Anyone who tells you Vice Principals is their favourite show is probably lying. They’re a contrarian, or they’re young, or they’ve been trapped in a cult for the last thirty years and this is the only TV show they’ve ever seen but, most likely, they’re lying. Because while Vice Principals is a great TV show, and it really is a great TV show, it’s not a show designed to be anyone’s favourite. I’d be surprised if it’s the creator’s partners favourite
Yet it is great! And in only 18 episodes split over two seasons. In this short run it creates a town, and a school, it has a murder mystery, the rise and fall of an empire, the growth and destruction of multiple characters ambitions and hopes and, in the process, it sees characters move from good to evil and sometimes back to good while others become eviller and others sink down into a quiet malevolent grey area. It is a comedy but also a show which at times makes you question whether you should watch on. Taking characters, you think you love, or at least like, into dark repugnant places while also submitting them to the same pain and heartbreak they caused to others and yet, all the while, still being funny and entertaining.
It’s nobody’s favourite show but it should be the benchmark for what television can aspire to, even in comedy, especially in comedy. Bespoke, twisted visions of chaos,
violence, heartbreak, triumph and revenge which can come from organic places, origins as seemingly petty as wanting to move from vice-principal to principal.
Unlike other short run shows which have attracted a cult following (such as Deadwood, Freaks and Geeks or Firefly) Vice Principals wasn’t cancelled but designed from the outset to be a flash in the pan. It was a show based on innately American subject matter but presented with the brevity and finite arc of most English comedy.
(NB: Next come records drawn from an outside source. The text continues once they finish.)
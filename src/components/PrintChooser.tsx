import { useEffect, useId, useMemo, useState } from 'react';
import { addPrint } from '~/stores/cart';
import { formatMoney } from '~/lib/money';
import { mediaUrl, variantAtLeast, type PictureData } from '~/lib/media';
import { GRADE_LABEL, gradePrint, type GradeThresholds, type PrintMode, type PrintGradeResult } from '~/lib/print-grade';
import type { PaperOption, SizeOption } from '~/lib/catalogue-types';

type Props = {
  picture: PictureData;
  focal: { x: number; y: number };
  sizes: SizeOption[];
  papers: PaperOption[];
  currency: string;
  thresholds: GradeThresholds;
};

const GRADE_NOTE = {
  crisp: 'Sharp even held in the hand.',
  fine: 'Sharp at arm’s length; the usual lab standard.',
  wall: 'Made to hang: sharp from the distance a print this size is seen.',
  'too-small': 'The file cannot hold this size.',
} as const;

/** Chooses a print: size × paper × fill or fit, with the grade, effective ppi and crop drawn as a mat window. */
export default function PrintChooser({ picture, focal, sizes, papers, currency, thresholds }: Props) {
  const id = useId();
  const [mode, setMode] = useState<PrintMode>('fill');
  const graded = useMemo(
    () =>
      sizes.map((size) => {
        const grade = (m: PrintMode) =>
          gradePrint({ image: picture, print: { width: size.width, height: size.height, unit: size.unit }, mode: m, focal, thresholds });
        return { size, fill: grade('fill'), fit: grade('fit') };
      }),
    [sizes, picture, focal, thresholds],
  );
  const available = (g: (typeof graded)[number], m: PrintMode) => g.size.offers.length > 0 && g[m].grade !== 'too-small';
  const firstAvailable = graded.find((g) => available(g, 'fill')) ?? graded.find((g) => available(g, 'fit'));
  const [sizeId, setSizeId] = useState<number | null>(firstAvailable?.size.sizeId ?? null);
  const [paperId, setPaperId] = useState<number | null>(papers[0]?.paperId ?? null);
  const [added, setAdded] = useState<string | null>(null);
  // The server-rendered copy cannot add anything; the button wakes once the island has hydrated.
  const [hydrated, setHydrated] = useState(false);
  useEffect(() => setHydrated(true), []);

  const current = graded.find((g) => g.size.sizeId === sizeId) ?? null;
  const result = current ? current[mode] : null;
  const offer = current?.size.offers.find((o) => o.paperId === paperId) ?? null;
  const canBuy = Boolean(current && offer && available(current, mode));

  if (!graded.some((g) => g.size.offers.length > 0)) {
    return <p className="text-sm text-ink-soft">This work is not offered as a print.</p>;
  }

  function add() {
    if (!offer || !canBuy || !current) return;
    addPrint(offer.offerId, mode, 1);
    const paper = papers.find((p) => p.paperId === paperId);
    setAdded(`${current.size.label} on ${paper?.name ?? 'paper'} added to the cart.`);
  }

  return (
    <div className="space-y-6" data-testid="print-chooser">
      <CropPreview picture={picture} result={result} />

      <fieldset>
        <legend className="eyebrow mb-2">Size</legend>
        <div className="grid gap-1.5" role="radiogroup" aria-label="Print size">
          {graded.map((g) => {
            const r = g[mode];
            const offered = g.size.offers.length > 0;
            const ok = available(g, mode);
            const from = offered ? Math.min(...g.size.offers.map((o) => o.price)) : null;
            return (
              <label
                key={g.size.sizeId}
                className={`flex cursor-pointer items-center gap-3 rounded-sm border px-3 py-2 text-sm ${
                  sizeId === g.size.sizeId ? 'border-ember bg-paper-raised' : 'border-rule'
                } ${ok ? '' : 'cursor-not-allowed opacity-60'}`}
              >
                <input
                  type="radio"
                  name={`${id}-size`}
                  value={g.size.sizeId}
                  checked={sizeId === g.size.sizeId}
                  disabled={!ok}
                  onChange={() => { setSizeId(g.size.sizeId); setAdded(null); }}
                  className="accent-[rgb(var(--ember))]"
                />
                <span className="min-w-24 font-medium">{g.size.label}</span>
                <span className="flex-1 text-ink-soft" data-testid={`grade-${g.size.slug}`}>
                  {offered || r.grade === 'too-small' ? (
                    <><span className="text-ink">{GRADE_LABEL[r.grade]}</span> · {Math.round(r.effectivePpi)} ppi</>
                  ) : (
                    'Not offered'
                  )}
                  {g.size.edition?.kind === 'limited' && offered && <> · edition of {g.size.edition.total}</>}
                </span>
                <span className="tabular-nums">{from != null && ok ? formatMoney(from, currency) : ''}</span>
              </label>
            );
          })}
        </div>
      </fieldset>

      <fieldset>
        <legend className="eyebrow mb-2">Crop</legend>
        <div className="grid grid-cols-2 gap-1.5 text-sm">
          {(['fill', 'fit'] as const).map((m) => (
            <label key={m} className={`cursor-pointer rounded-sm border px-3 py-2 ${mode === m ? 'border-ember bg-paper-raised' : 'border-rule'}`}>
              <input type="radio" name={`${id}-mode`} value={m} checked={mode === m} onChange={() => { setMode(m); setAdded(null); }} className="mr-2 accent-[rgb(var(--ember))]" />
              {m === 'fill' ? 'Fill the paper' : 'Whole picture'}
              <span className="block pl-5 text-xs text-ink-soft">{m === 'fill' ? 'cropped to the paper’s shape' : 'with a white border'}</span>
            </label>
          ))}
        </div>
      </fieldset>

      <fieldset>
        <legend className="eyebrow mb-2">Paper</legend>
        <div className="grid gap-1.5 text-sm">
          {papers.map((p) => {
            const price = current?.size.offers.find((o) => o.paperId === p.paperId)?.price;
            return (
              <label key={p.paperId} className={`flex cursor-pointer items-start gap-3 rounded-sm border px-3 py-2 ${paperId === p.paperId ? 'border-ember bg-paper-raised' : 'border-rule'}`}>
                <input type="radio" name={`${id}-paper`} value={p.paperId} checked={paperId === p.paperId} onChange={() => { setPaperId(p.paperId); setAdded(null); }} className="mt-1 accent-[rgb(var(--ember))]" />
                <span className="flex-1">
                  <span className="font-medium">{p.name}</span> <span className="text-ink-soft">· {p.weightGsm} gsm</span>
                  <span className="block text-xs text-ink-soft">{p.description}</span>
                </span>
                <span className="tabular-nums">{price != null ? formatMoney(price, currency) : ''}</span>
              </label>
            );
          })}
        </div>
      </fieldset>

      {current && result && (
        <div className="rounded-sm border border-rule bg-paper-raised p-4 text-sm" aria-live="polite" data-testid="print-summary">
          <p>
            <span className="font-display text-2xl">{GRADE_LABEL[result.grade]}</span>{' '}
            <span className="text-ink-soft">{Math.round(result.effectivePpi)} ppi at {current.size.label}</span>
          </p>
          <p className="mt-1 text-ink-soft">{GRADE_NOTE[result.grade]}</p>
          <p className="mt-1 text-xs text-ink-soft">
            {mode === 'fill'
              ? result.lostShare > 0.005 ? `The crop leaves out ${Math.round(result.lostShare * 100)} % of the picture.` : 'The picture fits the paper without a crop.'
              : `Border: ${fmtIn(result.borderInches.leftRight)} at the sides, ${fmtIn(result.borderInches.topBottom)} top and bottom.`}{' '}
            Seen from about {fmtDistance(result.viewingDistanceInches)}, the eye resolves {Math.round(result.eyePpi)} ppi.
          </p>
        </div>
      )}

      <div className="flex flex-wrap items-center gap-4">
        <span className="price" data-testid="print-price">{offer && canBuy ? formatMoney(offer.price, currency) : '—'}</span>
        <button type="button" className="btn-primary" disabled={!canBuy || !hydrated} onClick={add} data-testid="add-print" data-ready={hydrated ? 'true' : undefined}>
          Add print to cart
        </button>
      </div>
      {added && (
        <p className="text-sm" role="status">
          {added} <a href="/cart" className="text-ember underline">View cart</a>
        </p>
      )}
    </div>
  );
}

function fmtIn(inches: number): string {
  return `${(Math.max(0, inches) * 2.54).toFixed(1)} cm`;
}

function fmtDistance(inches: number): string {
  const metres = (inches * 2.54) / 100;
  return metres < 1 ? `${Math.round(metres * 100)} cm` : `${metres.toFixed(1)} m`;
}

/** The preview behind a mat board: the window shows what the print holds (fill) or the bordered sheet (fit). */
function CropPreview({ picture, result }: { picture: PictureData; result: PrintGradeResult | null }) {
  const variant = variantAtLeast(picture, 640);
  const src = mediaUrl(picture.key, variant.name, 'jpeg');
  const aspect = picture.width / picture.height;
  if (!result) return null;
  if (result.mode === 'fill') {
    const { crop } = result;
    const win = {
      left: (crop.left / picture.width) * 100,
      top: (crop.top / picture.height) * 100,
      width: (crop.width / picture.width) * 100,
      height: (crop.height / picture.height) * 100,
    };
    return (
      <figure className="bg-mat p-5" aria-label="Crop preview">
        <div className="relative mx-auto overflow-hidden" style={{ aspectRatio: String(aspect), maxHeight: '22rem' }}>
          <img src={src} alt="" width={variant.width} height={variant.height} loading="lazy" decoding="async" className="h-full w-full object-contain" />
          <div
            className="absolute outline outline-[999px] outline-mat/85 ring-1 ring-ink/30"
            style={{ left: `${win.left}%`, top: `${win.top}%`, width: `${win.width}%`, height: `${win.height}%` }}
            data-testid="crop-window"
          />
        </div>
        <figcaption className="mt-2 text-center text-xs text-ink-soft">The window shows the part of the picture the print holds.</figcaption>
      </figure>
    );
  }
  const paperAspect = result.paperInches.width / result.paperInches.height;
  const img = {
    width: (result.imageInches.width / result.paperInches.width) * 100,
    height: (result.imageInches.height / result.paperInches.height) * 100,
  };
  return (
    <figure className="bg-mat p-5" aria-label="Print preview with border">
      <div className="relative mx-auto bg-white shadow-sm" style={{ aspectRatio: String(paperAspect), maxHeight: '22rem' }}>
        <img
          src={src}
          alt=""
          loading="lazy"
          decoding="async"
          className="absolute object-cover"
          style={{ width: `${img.width}%`, height: `${img.height}%`, left: `${(100 - img.width) / 2}%`, top: `${(100 - img.height) / 2}%` }}
        />
      </div>
      <figcaption className="mt-2 text-center text-xs text-ink-soft">The whole picture, with a white border on the paper.</figcaption>
    </figure>
  );
}
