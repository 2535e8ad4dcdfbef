import { useState } from 'react';

/** Asks for a new download link when the last one expired or was used up. */
export default function RenewLink({ licenceId }: { licenceId: string }) {
  const [state, setState] = useState<{ url?: string; error?: string; busy?: boolean }>({});
  async function renew() {
    setState({ busy: true });
    const response = await fetch(`/api/account/licences/${encodeURIComponent(licenceId)}/renew`, { method: 'POST', headers: { 'Content-Type': 'application/json' }, body: '{}' });
    const body = await response.json().catch(() => null);
    if (response.ok && body?.link?.url) setState({ url: body.link.url });
    else setState({ error: body?.error?.message ?? `The shop answered ${response.status}.` });
  }
  if (state.url) return <a href={state.url} className="btn-primary no-underline" data-testid="download-link">Download the file</a>;
  return (
    <span>
      <button type="button" className="btn-quiet" onClick={renew} disabled={state.busy}>New download link</button>
      {state.error && <span role="alert" className="ml-2 text-sm text-ember">{state.error}</span>}
    </span>
  );
}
The shows main attraction and a good part of its restrained marketing campaign was that Vice Principals seemed to be either a follow-up or tangential to Danny McBride’s previous series Eastbound and Down. Similarly, to the Eastbound character of Kenny Powers McBride plays his character here, the vice-principal Neal Gamby, as loud, crude and wilfully ignorant. Gamby, like Powers, is a character trapped in a state of arrested development, a mix of juvenile reactivity and conservative defensiveness. Unlike in Eastbound McBride isn’t required to do all of the heavy lifting and is more restrained. He is the protagonist, sure, but also the straight man to Walter Goggins’ brilliantly maniacal co-vice president Lee Russell. McBride plays the perfect patsy to Goggins’ fey, manipulative, crazed yet poised, joker-like teaching bureaucrat.
Meanwhile the solid acting of the supporting cast provides a realistic grounding while
also often helping with the pivots and setups for some of the show’s best comedic moments. It’s, again, testament to how much this show achieves that it uses McBride in such a way that the tone can shift so easily and so often. Busy Phillips and Shea Whigham as McBride’s estranged wife and new partner could, themselves, be the basis for a whole show about family. In the very next scene Groundlings alumni Edi Patterson might be chewing the scenery as the simultaneously crazed lover of McBride’s Gamby and the conniving foil to Goggins’ Russel.
If this show had transposed the occupation of its character from Vice Principals to federal politicians, it would have probably won every single Emmy. It would have blown House of Cards out of the water and made them bury that crippled horse rather than try to keep it racing beyond the fall of it’s main character. It is the fact that Jody Hill and Danny McBride can mine so much from these base characters, these small stakes and local locations that makes what they produce so special.